- Try it -
What's required is a verbatim printout of all the data.

(Saved entries)
**********
"""Band-limiting capacitors: a capacitor across each stage's feedback resistor sets the
cascade's upper corner, so the op-amp's gain-bandwidth (and its spread) barely moves it.

With ``Cf`` across ``Rf`` the feedback impedance is ``Zf = Rf / (1 + s Rf Cf)``: an inverting
stage ``-Zf/Zi`` gets one pole at ``fp = 1 / (2 pi Rf Cf)``; a non-inverting one
``1 + Zf/Zg`` a pole at ``fp`` and a zero at about ``(1 + Rf/Rg) fp``, where its gain has
fallen to unity (textbook op-amp stage forms, common practice). ``n`` equal real poles at
``fp`` put the cascade's
-3 dB corner at ``fp sqrt(2**(1/n) - 1)`` (the shrinkage rule of
:func:`service.engine.synthesis.ideal.shrinkage`).

Sizing (only when the target gives ``f_high_max_hz``, and only when the op-amp alone would
put f_high above the aim): every stage takes the same RC pole ``fp``, started from the
shrinkage rule and corrected on the full nodal model until the as-built f_high is at the
aim (the op-amp poles pull it down a little); the capacitors are then rounded to the
capacitor series, every combination of rounding each stage down or up is evaluated in one
vectorised solve, and the combination whose f_high lies nearest the aim (in log) is kept.
The aim defaults to the log centre ``sqrt(f_high_hz f_high_max_hz)`` of the allowed band.
In auto mode the stage count grows (up to ``EXTRA_STAGES`` beyond the fewest that meet
the target) until a +-30 % change of the gain-bandwidth moves the corner by under 3 %:
fewer gain per stage puts the op-amp's closed-loop poles further above the RC poles.

A part that is stable only at a noise gain above one gets no capacitor: ``Cf`` brings a
non-inverting stage's high-frequency noise gain down to one (common practice).
"""

from __future__ import annotations

import itertools
import math
from dataclasses import replace

import numpy as np

from service.engine.judge import montecarlo as mc
from service.engine.judge.analysis import as_built
from service.engine.model import eseries
from service.engine.model.circuit import Circuit, DesignRequest
from service.engine.solver.chain import params_from_circuit
from service.engine.synthesis import ideal

TWO_PI = 2.0 * math.pi
#: Correction passes of the common pole on the nodal model (each converges ~10x).
POLE_PASSES = 4
#: Stages whose rounding (down or up) is searched jointly: 2**10 combinations at most; any
#: further stage takes the nearest series value.
JOINT_STAGES = 10
#: With ``f_high_max_hz`` given, the upper corner may move at most GBW_CORNER_MOVE for a
#: GBW_SPREAD change of the op-amp's gain-bandwidth (the op-amp poles sit well above the RC
#: poles); auto stage counts add stages for it, at most EXTRA_STAGES beyond the fewest that
#: meet the target.
GBW_SPREAD = 0.3
GBW_CORNER_MOVE = 0.03
EXTRA_STAGES = 3
#: The RC poles must set the corner: the op-amp alone must put f_high at least this far
#: above the aim, else no capacitor is added (it would only pull the corner down).
MIN_HEADROOM = 1.0


def with_c_feedback(circuit: Circuit, caps) -> Circuit:
    """The circuit with ``caps[k]`` across stage k's feedback resistor (None: none)."""
    return circuit.with_stages(replace(st, c_feedback_f=None if c is None else float(c))
                               for st, c in zip(circuit.stages, caps, strict=True))


def default_aim_hz(req: DesignRequest) -> float | None:
    """Log centre of the allowed upper-corner range; None without ``f_high_max_hz``."""
    t = req.target
    if t.f_high_max_hz is None:
        return None
    return math.sqrt(t.f_high_hz * t.f_high_max_hz)


def limit_band(req: DesignRequest, circuit: Circuit, *,
               f_high_aim_hz: float | None = None) -> Circuit:
    """``circuit`` with ``c_feedback_f`` sized so its as-built f_high sits at the aim
    (module docstring); unchanged when the request sets no ``f_high_max_hz``, when the
    op-amp is not unity-gain stable, or when the op-amp alone keeps f_high below the aim."""
    aim = f_high_aim_hz or default_aim_hz(req)
    if aim is None or req.opamp.min_stable_gain > 1.0:
        return circuit
    bare = circuit if all(st.c_feedback_f is None for st in circuit.stages) else \
        with_c_feedback(circuit, [None] * circuit.n_stages)
    if not as_built(bare, per_stage=False).f_high_hz > aim * MIN_HEADROOM:
        return bare
    rf = np.array([st.r_feedback_ohm for st in circuit.stages])
    fp = aim / ideal.shrinkage(circuit.n_stages)
    for _ in range(POLE_PASSES):
        trial = with_c_feedback(bare, 1.0 / (TWO_PI * rf * fp))
        f_high = as_built(trial, per_stage=False).f_high_hz
        if not math.isfinite(f_high):
            break
        fp *= aim / f_high
    return _round_jointly(req, bare, 1.0 / (TWO_PI * rf * fp), aim)


def _round_jointly(req: DesignRequest, circuit: Circuit, ideal_caps: np.ndarray,
                   aim: float) -> Circuit:
    """Series values for the capacitors: the down/up combination nearest the aim."""
    series = req.components.capacitor_series
    values = eseries.values_between(series, 1e-13, 10.0)
    lo_i = np.searchsorted(values, ideal_caps * (1 + 1e-12), side="right") - 1
    down = values[np.clip(lo_i, 0, values.size - 1)]
    up = values[np.clip(lo_i + 1, 0, values.size - 1)]
    n = len(ideal_caps)
    joint = min(n, JOINT_STAGES)
    nearest = np.where(np.log(ideal_caps / down) <= np.log(up / ideal_caps), down, up)
    combos = np.array(list(itertools.product((0, 1), repeat=joint)), dtype=bool)
    caps = np.tile(nearest, (combos.shape[0], 1))
    caps[:, :joint] = np.where(combos, up[:joint], down[:joint])
    nominal = with_c_feedback(circuit, nearest)
    ab = as_built(nominal, per_stage=False)
    f_low = ab.f_low_hz if math.isfinite(ab.f_low_hz) else math.nan
    grid = mc.analysis_grid(f_low, aim, mc.DEFAULT_FREQUENCY_POINTS)
    params = params_from_circuit(nominal)
    parts = tuple(mc.Part("c_feedback_f", k, "capacitor", float(nearest[k])) for k in range(n))
    model = mc.model_for(nominal)
    _, _, f_high = mc.figures(mc.with_values(params, parts, caps), grid, caps.shape[0], model)
    err = np.where(np.isfinite(f_high), np.abs(np.log(f_high / aim)), np.inf)
    best = int(np.argmin(np.round(err, 12)))
    return with_c_feedback(circuit, caps[best])


def gbw_corner_shift(circuit: Circuit, spread: float = 0.3) -> float:
    """Largest relative move of the as-built f_high when the op-amp's gain-bandwidth moves by
    ``+-spread`` (every unit together): ``max |f_high(GBW (1 +- spread)) / f_high - 1|``."""
    base = as_built(circuit, per_stage=False).f_high_hz
    moves = []
    for k in (1.0 - spread, 1.0 + spread):
        amp = replace(circuit.opamp, gbw_hz=circuit.opamp.gbw_hz * k)
        moves.append(abs(as_built(replace(circuit, opamp=amp), per_stage=False).f_high_hz
                         / base - 1.0))
    return max(moves)


def holds_against_gbw(req: DesignRequest, circuit: Circuit) -> bool:
    """True without ``f_high_max_hz``; else when a ``GBW_SPREAD`` change of the op-amp's
    gain-bandwidth moves the as-built f_high by less than ``GBW_CORNER_MOVE``."""
    if req.target.f_high_max_hz is None:
        return True
    return gbw_corner_shift(circuit, GBW_SPREAD) < GBW_CORNER_MOVE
**********
- Result -
"""Band-limiting capacitors: a capacitor across each stage's feedback resistor sets the
cascade's upper corner, so the op-amp's gain-bandwidth (and its spread) barely moves it.

With ``Cf`` across ``Rf`` the feedback impedance is ``Zf = Rf / (1 + s Rf Cf)``: an inverting
stage ``-Zf/Zi`` gets one pole at ``fp = 1 / (2 pi Rf Cf)``; a non-inverting one
``1 + Zf/Zg`` a pole at ``fp`` and a zero at about ``(1 + Rf/Rg) fp``, where its gain has
fallen to unity (textbook op-amp stage forms, common practice). ``n`` equal real poles at
``fp`` put the cascade's
-3 dB corner at ``fp sqrt(2**(1/n) - 1)`` (the shrinkage rule of
:func:`service.engine.synthesis.ideal.shrinkage`).

Sizing (only when the target gives ``f_high_max_hz``, and only when the op-amp alone would
put f_high above the aim): every stage takes the same RC pole ``fp``, started from the
shrinkage rule and corrected on the full nodal model until the as-built f_high is at the
aim (the op-amp poles pull it down a little); the capacitors are then rounded to the
capacitor series, every combination of rounding each stage down or up is evaluated in one
vectorised solve, and the combination whose f_high lies nearest the aim (in log) is kept.
The aim defaults to the log centre ``sqrt(f_high_hz f_high_max_hz)`` of the allowed band.
In auto mode the stage count grows (up to ``EXTRA_STAGES`` beyond the fewest that meet
the target) until a +-30 % change of the gain-bandwidth moves the corner by under 3 %:
fewer gain per stage puts the op-amp's closed-loop poles further above the RC poles.

A part that is stable only at a noise gain above one gets no capacitor: ``Cf`` brings a
non-inverting stage's high-frequency noise gain down to one (common practice).
"""

from __future__ import annotations

import itertools
import math
from dataclasses import replace

import numpy as np

from service.engine.judge import montecarlo as mc
from service.engine.judge.analysis import as_built
from service.engine.model import eseries
from service.engine.model.circuit import Circuit, DesignRequest
from service.engine.solver.chain import params_from_circuit
from service.engine.synthesis import ideal

TWO_PI = 2.0 * math.pi
#: Correction passes of the common pole on the nodal model (each converges ~10x).
POLE_PASSES = 4
#: Stages whose rounding (down or up) is searched jointly: 2**10 combinations at most; any
#: further stage takes the nearest series value.
JOINT_STAGES = 10
#: With ``f_high_max_hz`` given, the upper corner may move at most GBW_CORNER_MOVE for a
#: GBW_SPREAD change of the op-amp's gain-bandwidth (the op-amp poles sit well above the RC
#: poles); auto stage counts add stages for it, at most EXTRA_STAGES beyond the fewest that
#: meet the target.
GBW_SPREAD = 0.3
GBW_CORNER_MOVE = 0.03
EXTRA_STAGES = 3
#: The RC poles must set the corner: the op-amp alone must put f_high at least this far
#: above the aim, else no capacitor is added (it would only pull the corner down).
MIN_HEADROOM = 1.0


def with_c_feedback(circuit: Circuit, caps) -> Circuit:
    """The circuit with ``caps[k]`` across stage k's feedback resistor (None: none)."""
    return circuit.with_stages(replace(st, c_feedback_f=None if c is None else float(c))
                               for st, c in zip(circuit.stages, caps, strict=True))


def default_aim_hz(req: DesignRequest) -> float | None:
    """Log centre of the allowed upper-corner range; None without ``f_high_max_hz``."""
    t = req.target
    if t.f_high_max_hz is None:
        return None
    return math.sqrt(t.f_high_hz * t.f_high_max_hz)


def limit_band(req: DesignRequest, circuit: Circuit, *,
               f_high_aim_hz: float | None = None) -> Circuit:
    """``circuit`` with ``c_feedback_f`` sized so its as-built f_high sits at the aim
    (module docstring); unchanged when the request sets no ``f_high_max_hz``, when the
    op-amp is not unity-gain stable, or when the op-amp alone keeps f_high below the aim."""
    aim = f_high_aim_hz or default_aim_hz(req)
    if aim is None or req.opamp.min_stable_gain > 1.0:
        return circuit
    bare = circuit if all(st.c_feedback_f is None for st in circuit.stages) else \
        with_c_feedback(circuit, [None] * circuit.n_stages)
    if not as_built(bare, per_stage=False).f_high_hz > aim * MIN_HEADROOM:
        return bare
    rf = np.array([st.r_feedback_ohm for st in circuit.stages])
    fp = aim / ideal.shrinkage(circuit.n_stages)
    for _ in range(POLE_PASSES):
        trial = with_c_feedback(bare, 1.0 / (TWO_PI * rf * fp))
        f_high = as_built(trial, per_stage=False).f_high_hz
        if not math.isfinite(f_high):
            break
        fp *= aim / f_high
    return _round_jointly(req, bare, 1.0 / (TWO_PI * rf * fp), aim)


def _round_jointly(req: DesignRequest, circuit: Circuit, ideal_caps: np.ndarray,
                   aim: float) -> Circuit:
    """Series values for the capacitors: the down/up combination nearest the aim."""
    series = req.components.capacitor_series
    values = eseries.values_between(series, 1e-13, 10.0)
    lo_i = np.searchsorted(values, ideal_caps * (1 + 1e-12), side="right") - 1
    down = values[np.clip(lo_i, 0, values.size - 1)]
    up = values[np.clip(lo_i + 1, 0, values.size - 1)]
    n = len(ideal_caps)
    joint = min(n, JOINT_STAGES)
    nearest = np.where(np.log(ideal_caps / down) <= np.log(up / ideal_caps), down, up)
    combos = np.array(list(itertools.product((0, 1), repeat=joint)), dtype=bool)
    caps = np.tile(nearest, (combos.shape[0], 1))
    caps[:, :joint] = np.where(combos, up[:joint], down[:joint])
    nominal = with_c_feedback(circuit, nearest)
    ab = as_built(nominal, per_stage=False)
    f_low = ab.f_low_hz if math.isfinite(ab.f_low_hz) else math.nan
    grid = mc.analysis_grid(f_low, aim, mc.DEFAULT_FREQUENCY_POINTS)
    params = params_from_circuit(nominal)
    parts = tuple(mc.Part("c_feedback_f", k, "capacitor", float(nearest[k])) for k in range(n))
    model = mc.model_for(nominal)
    _, _, f_high = mc.figures(mc.with_values(params, parts, caps), grid, caps.shape[0], model)
    err = np.where(np.isfinite(f_high), np.abs(np.log(f_high / aim)), np.inf)
    best = int(np.argmin(np.round(err, 12)))
    return with_c_feedback(circuit, caps[best])


def gbw_corner_shift(circuit: Circuit, spread: float = 0.3) -> float:
    """Largest relative move of the as-built f_high when the op-amp's gain-bandwidth moves by
    ``+-spread`` (every unit together): ``max |f_high(GBW (1 +- spread)) / f_high - 1|``."""
    base = as_built(circuit, per_stage=False).f_high_hz
    moves = []
    for k in (1.0 - spread, 1.0 + spread):
        amp = replace(circuit.opamp, gbw_hz=circuit.opamp.gbw_hz * k)
        moves.append(abs(as_built(replace(circuit, opamp=amp), per_stage=False).f_high_hz
                         / base - 1.0))
    return max(moves)


def holds_against_gbw(req: DesignRequest, circuit: Circuit) -> bool:
    """True without ``f_high_max_hz``; else when a ``GBW_SPREAD`` change of the op-amp's
    gain-bandwidth moves the as-built f_high by less than ``GBW_CORNER_MOVE``."""
    if req.target.f_high_max_hz is None:
        return True
    return gbw_corner_shift(circuit, GBW_SPREAD) < GBW_CORNER_MOVE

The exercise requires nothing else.